* _What you have to do_: Sort through the entries below and pull out lines containing the word "sampler".

------------------------------------

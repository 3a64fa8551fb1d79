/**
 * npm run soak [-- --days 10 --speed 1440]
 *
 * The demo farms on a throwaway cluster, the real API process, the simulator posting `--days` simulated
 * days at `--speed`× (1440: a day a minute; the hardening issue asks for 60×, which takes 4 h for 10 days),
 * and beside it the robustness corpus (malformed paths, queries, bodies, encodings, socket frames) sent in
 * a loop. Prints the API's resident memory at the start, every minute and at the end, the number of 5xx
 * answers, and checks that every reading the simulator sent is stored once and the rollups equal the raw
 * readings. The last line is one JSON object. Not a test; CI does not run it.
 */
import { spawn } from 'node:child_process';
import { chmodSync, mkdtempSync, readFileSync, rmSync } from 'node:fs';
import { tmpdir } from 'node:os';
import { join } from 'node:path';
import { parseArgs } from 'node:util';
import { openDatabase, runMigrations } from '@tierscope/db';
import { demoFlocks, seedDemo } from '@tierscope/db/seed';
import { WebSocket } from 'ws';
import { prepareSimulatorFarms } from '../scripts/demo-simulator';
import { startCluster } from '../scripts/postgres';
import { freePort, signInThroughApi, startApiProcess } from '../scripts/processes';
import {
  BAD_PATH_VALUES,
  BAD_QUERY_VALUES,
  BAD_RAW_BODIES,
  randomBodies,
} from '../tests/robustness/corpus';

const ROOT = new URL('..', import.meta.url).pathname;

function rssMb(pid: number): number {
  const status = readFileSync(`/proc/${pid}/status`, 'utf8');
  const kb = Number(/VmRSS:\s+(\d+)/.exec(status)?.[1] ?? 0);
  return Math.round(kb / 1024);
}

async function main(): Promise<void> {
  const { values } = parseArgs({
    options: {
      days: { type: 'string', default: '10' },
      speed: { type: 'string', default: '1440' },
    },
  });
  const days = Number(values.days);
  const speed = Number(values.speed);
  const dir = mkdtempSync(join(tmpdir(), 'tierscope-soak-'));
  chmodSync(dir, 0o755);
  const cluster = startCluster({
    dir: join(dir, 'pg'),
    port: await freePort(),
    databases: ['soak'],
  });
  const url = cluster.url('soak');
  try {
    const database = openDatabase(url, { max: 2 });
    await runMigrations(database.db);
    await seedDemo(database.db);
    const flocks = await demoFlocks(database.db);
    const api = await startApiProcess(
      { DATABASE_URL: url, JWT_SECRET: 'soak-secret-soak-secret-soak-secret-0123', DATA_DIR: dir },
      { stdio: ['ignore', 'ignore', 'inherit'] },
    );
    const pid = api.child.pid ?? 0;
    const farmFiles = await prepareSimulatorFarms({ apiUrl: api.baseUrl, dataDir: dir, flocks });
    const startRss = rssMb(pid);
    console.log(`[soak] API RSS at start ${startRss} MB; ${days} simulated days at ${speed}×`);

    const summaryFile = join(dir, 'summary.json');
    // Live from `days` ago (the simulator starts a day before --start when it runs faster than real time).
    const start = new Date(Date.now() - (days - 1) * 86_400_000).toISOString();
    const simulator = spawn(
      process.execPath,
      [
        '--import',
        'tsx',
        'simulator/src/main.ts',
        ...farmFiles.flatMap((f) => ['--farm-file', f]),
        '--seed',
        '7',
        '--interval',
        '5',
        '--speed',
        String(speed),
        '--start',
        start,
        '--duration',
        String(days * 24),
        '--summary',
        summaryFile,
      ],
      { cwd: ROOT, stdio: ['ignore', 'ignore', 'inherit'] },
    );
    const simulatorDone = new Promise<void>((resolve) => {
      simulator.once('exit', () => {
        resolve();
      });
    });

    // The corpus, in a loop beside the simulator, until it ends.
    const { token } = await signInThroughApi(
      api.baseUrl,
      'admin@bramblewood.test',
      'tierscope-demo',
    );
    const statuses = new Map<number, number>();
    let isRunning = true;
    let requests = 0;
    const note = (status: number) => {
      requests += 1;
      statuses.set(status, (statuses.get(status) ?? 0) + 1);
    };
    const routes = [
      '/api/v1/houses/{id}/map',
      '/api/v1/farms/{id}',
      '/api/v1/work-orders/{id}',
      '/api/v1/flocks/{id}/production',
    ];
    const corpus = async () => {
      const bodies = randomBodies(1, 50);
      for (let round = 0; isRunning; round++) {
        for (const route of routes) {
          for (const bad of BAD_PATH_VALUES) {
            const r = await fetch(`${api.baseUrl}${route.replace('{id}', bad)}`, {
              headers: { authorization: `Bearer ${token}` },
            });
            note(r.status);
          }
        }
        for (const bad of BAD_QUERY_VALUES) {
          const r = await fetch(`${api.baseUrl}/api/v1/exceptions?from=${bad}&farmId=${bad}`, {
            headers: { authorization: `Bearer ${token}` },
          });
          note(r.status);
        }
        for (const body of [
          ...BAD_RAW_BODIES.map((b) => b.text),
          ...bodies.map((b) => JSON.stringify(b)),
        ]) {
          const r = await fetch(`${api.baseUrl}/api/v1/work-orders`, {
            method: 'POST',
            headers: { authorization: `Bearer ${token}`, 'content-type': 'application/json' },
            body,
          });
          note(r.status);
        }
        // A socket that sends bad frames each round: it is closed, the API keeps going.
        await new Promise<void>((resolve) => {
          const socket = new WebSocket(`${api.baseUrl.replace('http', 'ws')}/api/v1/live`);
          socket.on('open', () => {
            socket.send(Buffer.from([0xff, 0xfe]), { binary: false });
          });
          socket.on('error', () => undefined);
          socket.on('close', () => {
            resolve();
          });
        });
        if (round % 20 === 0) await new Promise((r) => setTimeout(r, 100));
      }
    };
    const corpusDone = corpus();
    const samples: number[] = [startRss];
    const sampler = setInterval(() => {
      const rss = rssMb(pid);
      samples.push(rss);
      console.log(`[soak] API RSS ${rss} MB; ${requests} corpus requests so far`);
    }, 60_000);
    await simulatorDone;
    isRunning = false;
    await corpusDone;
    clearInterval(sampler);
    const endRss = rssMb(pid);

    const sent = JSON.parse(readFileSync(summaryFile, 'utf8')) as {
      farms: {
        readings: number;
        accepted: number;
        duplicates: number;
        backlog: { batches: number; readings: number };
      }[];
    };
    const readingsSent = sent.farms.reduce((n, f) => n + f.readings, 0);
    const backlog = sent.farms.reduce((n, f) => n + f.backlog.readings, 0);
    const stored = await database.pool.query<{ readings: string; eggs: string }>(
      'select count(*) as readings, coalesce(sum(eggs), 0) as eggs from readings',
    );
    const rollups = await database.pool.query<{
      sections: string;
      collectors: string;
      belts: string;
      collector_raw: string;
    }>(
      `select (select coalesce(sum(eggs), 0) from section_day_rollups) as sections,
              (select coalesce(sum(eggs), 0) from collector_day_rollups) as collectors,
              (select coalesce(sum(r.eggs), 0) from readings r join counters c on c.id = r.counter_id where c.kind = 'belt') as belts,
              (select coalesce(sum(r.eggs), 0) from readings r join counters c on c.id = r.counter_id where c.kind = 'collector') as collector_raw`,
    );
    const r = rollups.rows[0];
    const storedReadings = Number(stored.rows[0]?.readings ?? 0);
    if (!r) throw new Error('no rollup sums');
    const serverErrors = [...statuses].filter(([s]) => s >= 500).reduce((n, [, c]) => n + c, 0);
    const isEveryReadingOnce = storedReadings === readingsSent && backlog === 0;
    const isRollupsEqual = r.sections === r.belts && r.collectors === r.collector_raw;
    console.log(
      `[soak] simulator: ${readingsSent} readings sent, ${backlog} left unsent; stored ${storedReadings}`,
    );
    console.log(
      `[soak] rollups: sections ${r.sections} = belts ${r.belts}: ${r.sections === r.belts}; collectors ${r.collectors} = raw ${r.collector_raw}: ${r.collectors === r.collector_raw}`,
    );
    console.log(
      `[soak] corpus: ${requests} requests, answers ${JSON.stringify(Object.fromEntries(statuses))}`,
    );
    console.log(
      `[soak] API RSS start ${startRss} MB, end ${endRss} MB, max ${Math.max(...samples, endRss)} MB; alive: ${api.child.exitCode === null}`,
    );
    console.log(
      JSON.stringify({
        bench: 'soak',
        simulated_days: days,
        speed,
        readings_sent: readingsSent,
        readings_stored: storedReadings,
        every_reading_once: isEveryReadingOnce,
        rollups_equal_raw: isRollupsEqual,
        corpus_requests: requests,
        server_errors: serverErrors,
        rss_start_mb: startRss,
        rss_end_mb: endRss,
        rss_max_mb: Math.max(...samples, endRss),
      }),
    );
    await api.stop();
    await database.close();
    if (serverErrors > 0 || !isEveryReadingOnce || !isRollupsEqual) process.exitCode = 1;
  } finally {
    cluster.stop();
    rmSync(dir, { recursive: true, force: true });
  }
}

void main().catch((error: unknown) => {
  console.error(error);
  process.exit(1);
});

------------------------------------

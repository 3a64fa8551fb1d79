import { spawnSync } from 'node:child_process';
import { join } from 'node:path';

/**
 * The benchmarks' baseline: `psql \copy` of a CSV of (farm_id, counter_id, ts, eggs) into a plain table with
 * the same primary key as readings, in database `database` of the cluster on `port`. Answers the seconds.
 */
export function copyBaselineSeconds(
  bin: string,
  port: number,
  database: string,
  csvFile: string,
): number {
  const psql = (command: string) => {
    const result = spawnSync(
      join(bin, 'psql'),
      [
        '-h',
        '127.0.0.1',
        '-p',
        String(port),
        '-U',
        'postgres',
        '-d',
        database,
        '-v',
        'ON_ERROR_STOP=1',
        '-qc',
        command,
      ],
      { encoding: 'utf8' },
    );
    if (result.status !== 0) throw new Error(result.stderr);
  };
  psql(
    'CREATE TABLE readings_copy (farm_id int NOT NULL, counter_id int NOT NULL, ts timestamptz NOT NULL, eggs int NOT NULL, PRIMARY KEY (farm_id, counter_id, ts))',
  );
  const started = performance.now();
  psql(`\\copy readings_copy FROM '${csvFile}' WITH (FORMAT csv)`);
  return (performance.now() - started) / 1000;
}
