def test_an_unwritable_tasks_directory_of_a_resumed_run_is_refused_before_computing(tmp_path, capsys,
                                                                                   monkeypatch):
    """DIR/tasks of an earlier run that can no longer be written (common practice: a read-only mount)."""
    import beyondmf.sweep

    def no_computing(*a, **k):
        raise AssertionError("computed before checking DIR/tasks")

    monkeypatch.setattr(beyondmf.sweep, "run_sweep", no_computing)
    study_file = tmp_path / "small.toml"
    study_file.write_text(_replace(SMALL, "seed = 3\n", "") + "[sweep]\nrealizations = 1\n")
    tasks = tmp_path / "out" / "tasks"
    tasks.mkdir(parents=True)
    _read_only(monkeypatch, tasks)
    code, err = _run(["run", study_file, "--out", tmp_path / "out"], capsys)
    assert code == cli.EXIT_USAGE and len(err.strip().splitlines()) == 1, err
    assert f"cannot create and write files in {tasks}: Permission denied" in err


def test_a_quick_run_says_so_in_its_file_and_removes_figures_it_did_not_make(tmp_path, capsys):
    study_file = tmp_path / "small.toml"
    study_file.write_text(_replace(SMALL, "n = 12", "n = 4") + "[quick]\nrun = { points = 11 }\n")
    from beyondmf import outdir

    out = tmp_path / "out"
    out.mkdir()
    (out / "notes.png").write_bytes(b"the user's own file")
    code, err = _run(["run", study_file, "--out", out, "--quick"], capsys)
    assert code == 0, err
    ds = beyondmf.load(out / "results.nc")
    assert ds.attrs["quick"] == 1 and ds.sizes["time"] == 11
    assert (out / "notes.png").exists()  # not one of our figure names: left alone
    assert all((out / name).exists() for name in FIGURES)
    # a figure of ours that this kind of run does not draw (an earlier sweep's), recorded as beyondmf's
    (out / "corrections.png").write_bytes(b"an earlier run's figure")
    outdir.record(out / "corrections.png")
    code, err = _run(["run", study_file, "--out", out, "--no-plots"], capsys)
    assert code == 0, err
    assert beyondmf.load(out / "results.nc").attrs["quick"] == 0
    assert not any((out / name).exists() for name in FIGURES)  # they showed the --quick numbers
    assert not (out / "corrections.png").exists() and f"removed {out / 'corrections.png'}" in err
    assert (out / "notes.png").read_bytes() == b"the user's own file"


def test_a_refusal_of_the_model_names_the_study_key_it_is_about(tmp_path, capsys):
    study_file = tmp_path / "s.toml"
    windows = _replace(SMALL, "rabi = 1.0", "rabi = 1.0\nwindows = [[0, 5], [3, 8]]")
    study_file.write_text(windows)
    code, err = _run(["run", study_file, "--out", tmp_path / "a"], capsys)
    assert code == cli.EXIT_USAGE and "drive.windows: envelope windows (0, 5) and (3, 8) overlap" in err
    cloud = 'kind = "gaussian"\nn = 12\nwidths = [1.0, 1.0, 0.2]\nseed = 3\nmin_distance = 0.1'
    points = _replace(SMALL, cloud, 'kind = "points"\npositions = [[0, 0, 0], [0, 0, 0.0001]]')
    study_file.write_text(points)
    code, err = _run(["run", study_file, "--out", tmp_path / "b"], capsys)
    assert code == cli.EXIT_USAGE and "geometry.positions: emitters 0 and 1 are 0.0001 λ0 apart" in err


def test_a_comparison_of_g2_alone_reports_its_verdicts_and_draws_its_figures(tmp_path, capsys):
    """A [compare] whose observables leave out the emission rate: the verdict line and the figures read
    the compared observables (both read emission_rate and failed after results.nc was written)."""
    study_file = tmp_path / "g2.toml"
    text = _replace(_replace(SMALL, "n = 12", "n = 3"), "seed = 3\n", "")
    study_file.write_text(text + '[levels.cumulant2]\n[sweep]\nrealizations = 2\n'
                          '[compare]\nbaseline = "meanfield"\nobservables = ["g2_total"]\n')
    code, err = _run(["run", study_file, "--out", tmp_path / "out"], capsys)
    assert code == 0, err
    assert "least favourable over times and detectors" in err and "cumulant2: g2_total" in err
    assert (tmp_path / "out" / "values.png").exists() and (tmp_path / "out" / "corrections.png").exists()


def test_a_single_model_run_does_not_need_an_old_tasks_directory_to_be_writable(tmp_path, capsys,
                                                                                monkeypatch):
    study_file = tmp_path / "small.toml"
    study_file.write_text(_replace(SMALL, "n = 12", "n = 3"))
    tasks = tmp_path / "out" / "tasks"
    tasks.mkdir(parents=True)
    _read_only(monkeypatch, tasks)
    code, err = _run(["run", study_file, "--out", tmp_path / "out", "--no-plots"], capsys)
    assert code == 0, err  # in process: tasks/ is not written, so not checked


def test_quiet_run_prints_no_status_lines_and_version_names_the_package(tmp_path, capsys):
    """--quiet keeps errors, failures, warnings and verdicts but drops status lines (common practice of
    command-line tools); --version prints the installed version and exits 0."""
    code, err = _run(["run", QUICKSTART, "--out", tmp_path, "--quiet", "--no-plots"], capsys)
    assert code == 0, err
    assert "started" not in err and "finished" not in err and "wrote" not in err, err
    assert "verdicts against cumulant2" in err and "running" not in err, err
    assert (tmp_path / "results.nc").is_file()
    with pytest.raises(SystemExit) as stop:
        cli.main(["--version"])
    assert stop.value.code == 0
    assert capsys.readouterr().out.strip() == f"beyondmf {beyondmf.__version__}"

------------------------------------

* _Written answer_:
    const sampler = setInterval(() => {
    clearInterval(sampler);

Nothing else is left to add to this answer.